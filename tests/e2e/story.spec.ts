import { mkdtempSync } from 'node:fs'
import { tmpdir } from 'node:os'
import { join } from 'node:path'
import { expect, test, type BrowserContext, type Page } from '@playwright/test'
import type { Bin } from '#shared/contracts/bins.ts'
import type { BinPolicy } from '#shared/contracts/policy.ts'
import type { PolicyInput } from '#shared/policy/policy-input.ts'
import { reorderPoint } from '#shared/policy/reorder-point.ts'
import { writeFakeCamera } from '../support/fake-camera.ts'
import { desk, launch, pageOf, recordAs, signIn, type Record } from './support.ts'

/** Enters a number on the keypad and answers whatever is asked by keeping it. */
async function enter(page: Page, number: number): Promise<void> {
  for (const digit of String(number)) await page.getByRole('button', { name: digit, exact: true }).click()
  await page.getByRole('button', { name: 'Save and next' }).click()
  const keep = page.getByRole('button', { name: new RegExp(`^(Keep ${number}|No, keep ${number}|None left)$`) })
  const asked = page.getByRole('dialog')
  if (await asked.isVisible().catch(() => false)) await keep.click()
}

const scanned = (page: Page, bin: Bin) =>
  expect(page.getByRole('heading', { name: bin.item!.name, exact: true })).toBeVisible()
const unsent = (page: Page, n: number) => expect(page.getByText(`${n} on this phone`).first()).toBeVisible()

/** A wedge scanner types fast and ends with Enter. */
async function wedge(page: Page, text: string): Promise<void> {
  await page.evaluate(async (typed) => {
    const send = (key: string, code: string): boolean =>
      document.body.dispatchEvent(new KeyboardEvent('keydown', { key, code, bubbles: true, cancelable: true }))
    for (const key of typed) {
      send(key, /[0-9]/.test(key) ? `Digit${key}` : `Key${key}`)
      await new Promise((done) => setTimeout(done, 8))
    }
    send('Enter', 'Enter')
  }, text)
}

test.describe.serial('from the shelf to the order', () => {
  let record: Record
  let low: Bin
  let second: Bin
  const profile = mkdtempSync(join(tmpdir(), 'brimline-nurse-'))
  const film = join(profile, 'label.y4m')
  let context: BrowserContext
  let page: Page
  let shortfall: number
  const counted = new Map<string, number>()

  test.beforeAll(async () => {
    record = await recordAs('coordinator')
    const ward = (await record.rooms()).find((r) => r.code === 'ALD-1')!
    const bins = await record.bins(`roomId=${ward.id}`)
    const calm = bins.filter(
      (b) =>
        b.states.includes('ok') &&
        b.states.length === 1 &&
        (b.reorderPoint ?? 0) >= 12 &&
        b.item!.ved !== 'V' &&
        b.onOrder === 0,
    )
    ;[low, second] = [calm[0]!, calm[1]!]
    writeFakeCamera(film, [{ text: low.code, symbology: 'qrcode' }])
  })
  test.afterAll(async () => {
    await context?.close()
    await record?.api.dispose()
  })

  test('a nurse counts without a network, by camera, by scanner and on foot', async () => {
    context = await launch({ folder: profile, camera: film })
    page = pageOf(context)
    await signIn(page, 'nurse')
    await page.goto(`/count/room/${low.roomId}`)
    await expect(page.getByRole('button', { name: 'Save and next' })).toBeVisible()
    await page.evaluate(() => navigator.serviceWorker.ready)
    await page.reload()
    await context.setOffline(true)
    await page.reload()
    await expect(page.getByRole('button', { name: 'Save and next' })).toBeVisible()

    await page
      .getByRole('button', { name: /Scan with the camera/ })
      .click({ timeout: 3_000 })
      .catch(() => undefined)
    await scanned(page, low)
    shortfall = 7
    counted.set(low.id, low.reorderPoint! - shortfall)
    await enter(page, low.reorderPoint! - shortfall)
    await unsent(page, 1)

    await page.getByRole('button', { name: 'Walk the shelf order instead of scanning' }).click()
    await wedge(page, second.code)
    await scanned(page, second)
    counted.set(second.id, second.onHand)
    await enter(page, second.onHand)
    await unsent(page, 2)

    for (let n = 3; n <= 5; n += 1) {
      await enter(page, 9)
      await unsent(page, n)
    }
  })

  test('closing the browser loses nothing, and the network brings each count in once', async () => {
    await context.close()
    context = await launch({ folder: profile, camera: film, offline: true })
    page = pageOf(context)
    await page.goto('/')
    const waiting = page.getByRole('link', { name: /entries not in the record yet/ })
    await expect(waiting).toContainText('5 entries')

    // The first reply is lost after the server has taken the batch in.
    let dropped = 0
    await context.route('**/api/v1/sync/operations', async (route) => {
      if (dropped > 0) return route.continue()
      dropped += 1
      await route.fetch()
      await route.abort()
    })
    const before = (await record.bins(`roomId=${low.roomId}`)).map((b) => [b.id, b.lastCount?.effectiveAt])
    await context.setOffline(false)
    await expect(waiting).toHaveCount(0, { timeout: 40_000 })
    expect(dropped).toBe(1)

    const after = await record.bins(`roomId=${low.roomId}`)
    const moved = after.filter((b) => b.lastCount?.effectiveAt !== before.find(([id]) => id === b.id)?.[1])
    expect(moved).toHaveLength(5)
    for (const [id, quantity] of counted) expect((await record.bin(id)).lastCount!.quantity).toBe(quantity)
    const ledger = (await (await record.api.get(`/api/v1/bins/${low.id}/movements?pageSize=500`)).json()) as {
      items: { type: string; quantity: number; effectiveAt: string }[]
    }
    const last = (await record.bin(low.id)).lastCount!
    expect(ledger.items.filter((m) => m.type === 'count' && m.effectiveAt === last.effectiveAt)).toHaveLength(1)
  })

  test('the coordinator sees the bin flagged with the right shortfall and orders', async () => {
    // The point is worked out anew within seconds of the count; then it stands still.
    let now = await record.bin(low.id)
    await expect(async () => {
      const before = now.reorderPoint
      await new Promise((done) => setTimeout(done, 1_500))
      now = await record.bin(low.id)
      expect(now.reorderPoint).toBe(before)
    }).toPass({ timeout: 30_000 })
    expect(now.states).toContain('below')
    expect(now.under).toBe(now.reorderPoint! - now.position)
    const office = await launch({ viewport: desk })
    const screen = pageOf(office)
    await signIn(screen, 'coordinator')
    await screen.goto('/restock')
    const row = screen
      .getByRole('row')
      .filter({ hasText: low.item!.name })
      .filter({ hasText: `${now.under} under` })
      .first()
    await expect(row).toBeVisible()
    await row.getByRole('button').first().click()
    await screen.getByRole('button', { name: /^Add \d/ }).click()
    await screen.getByRole('link', { name: 'Review and send' }).click()
    await screen.getByRole('button', { name: 'Send', exact: true }).click()
    await screen.getByRole('dialog').getByRole('button', { name: 'Send', exact: true }).click()
    await expect(screen.getByText(/is sent to/).first()).toBeVisible()
    const ordered = await record.bin(low.id)
    expect(ordered.onOrder).toBeGreaterThan(0)
    expect(ordered.states).toContain('on-order')
    await office.close()
  })

  test('the reviewer raises the aim of a vital item and the point moves as worked out', async () => {
    const reviewer = await recordAs('reviewer')
    const vital = (await reviewer.bins(`state=ok`)).filter((b) => b.item!.ved === 'V' && b.kind === 'counted')
    let target: Bin | undefined
    let policy: BinPolicy | undefined
    for (const bin of vital) {
      policy = (await (await reviewer.api.get(`/api/v1/bins/${bin.id}/policy`)).json()) as BinPolicy
      if (
        policy.mode !== 'calculated' ||
        policy.computed?.method !== 'negative-binomial-mixture' ||
        policy.serviceLevel.source !== 'class'
      )
        continue
      const raised = reorderPoint({ ...(policy.input as PolicyInput), serviceLevel: 0.999 }).reorderPoint!
      if (raised > policy.reorderPoint!) {
        target = bin
        break
      }
    }
    expect(target, 'a vital item whose point can move').toBeDefined()
    const room = await launch({ viewport: desk })
    const screen = pageOf(room)
    await signIn(screen, 'reviewer')
    await screen.goto(`/review/${target!.id}`)
    await screen.getByRole('radio', { name: /1 in 1,000/ }).check()
    await screen.getByLabel('Reason').fill('Two nights without in spring')
    await screen.getByLabel('Policy reference').fill('Supply policy 4.2')
    await screen.getByRole('button', { name: /^Set 1 in 1,000/ }).click()
    await expect(screen.getByText(/Reorder point/).first()).toBeVisible()
    const after = (await (await reviewer.api.get(`/api/v1/bins/${target!.id}/policy`)).json()) as BinPolicy
    expect(after.serviceLevel).toMatchObject({ target: 0.999, source: 'bin-override' })
    expect(after.reorderPoint).toBe(reorderPoint(after.input as PolicyInput).reorderPoint)
    expect(after.reorderPoint).toBeGreaterThan(policy!.reorderPoint!)
    await room.close()

    const nurse = await recordAs('nurse')
    const refused = await nurse.api.post(`/api/v1/bins/${low.id}/service-level`, {
      data: { level: 0.99, reason: 'r', policyReference: 'p', reviewBy: '2027-06-01' },
    })
    expect([refused.status(), ((await refused.json()) as { code: string }).code]).toEqual([403, 'not-allowed'])
    await nurse.api.dispose()
    await reviewer.api.dispose()
  })
})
----------
- _Problem requirements_: What is wanted is a copy of every line in the listing that includes the word "asked".

- _Your response_:
/** Enters a number on the keypad and answers whatever is asked by keeping it. */
  const asked = page.getByRole('dialog')
  if (await asked.isVisible().catch(() => false)) await keep.click()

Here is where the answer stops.